What to produce: Every line of the material below in which "else" shows up is to be located and copied.

*** Data extracts ***

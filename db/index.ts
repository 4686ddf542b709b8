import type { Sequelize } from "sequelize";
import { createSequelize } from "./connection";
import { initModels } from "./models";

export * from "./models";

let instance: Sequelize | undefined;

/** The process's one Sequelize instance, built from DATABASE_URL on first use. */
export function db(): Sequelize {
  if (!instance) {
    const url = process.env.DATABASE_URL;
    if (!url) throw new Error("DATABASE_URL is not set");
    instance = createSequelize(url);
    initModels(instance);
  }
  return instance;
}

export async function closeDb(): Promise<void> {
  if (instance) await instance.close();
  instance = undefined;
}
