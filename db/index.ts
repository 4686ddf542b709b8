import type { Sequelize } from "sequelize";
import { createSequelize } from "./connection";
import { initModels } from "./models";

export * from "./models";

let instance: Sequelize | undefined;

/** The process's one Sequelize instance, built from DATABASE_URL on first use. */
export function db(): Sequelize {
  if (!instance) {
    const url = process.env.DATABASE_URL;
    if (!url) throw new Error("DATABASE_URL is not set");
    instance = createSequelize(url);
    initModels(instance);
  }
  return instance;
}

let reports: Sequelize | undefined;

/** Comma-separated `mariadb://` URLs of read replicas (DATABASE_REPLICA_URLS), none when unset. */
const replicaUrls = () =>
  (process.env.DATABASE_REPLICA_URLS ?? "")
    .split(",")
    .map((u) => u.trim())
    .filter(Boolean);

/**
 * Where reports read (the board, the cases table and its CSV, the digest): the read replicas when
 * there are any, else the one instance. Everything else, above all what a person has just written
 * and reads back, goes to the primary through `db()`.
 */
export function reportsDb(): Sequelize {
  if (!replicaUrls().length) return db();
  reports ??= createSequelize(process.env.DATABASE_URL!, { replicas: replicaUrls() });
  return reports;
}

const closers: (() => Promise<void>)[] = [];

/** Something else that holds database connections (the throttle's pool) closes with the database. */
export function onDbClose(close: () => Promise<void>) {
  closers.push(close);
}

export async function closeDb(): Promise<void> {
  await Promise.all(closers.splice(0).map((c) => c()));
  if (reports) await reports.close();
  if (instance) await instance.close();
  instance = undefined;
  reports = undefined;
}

*** End of Data extracts ***

Response area:
 * there are any, else the one instance. Everything else, above all what a person has just written
/** Something else that holds database connections (the throttle's pool) closes with the database. */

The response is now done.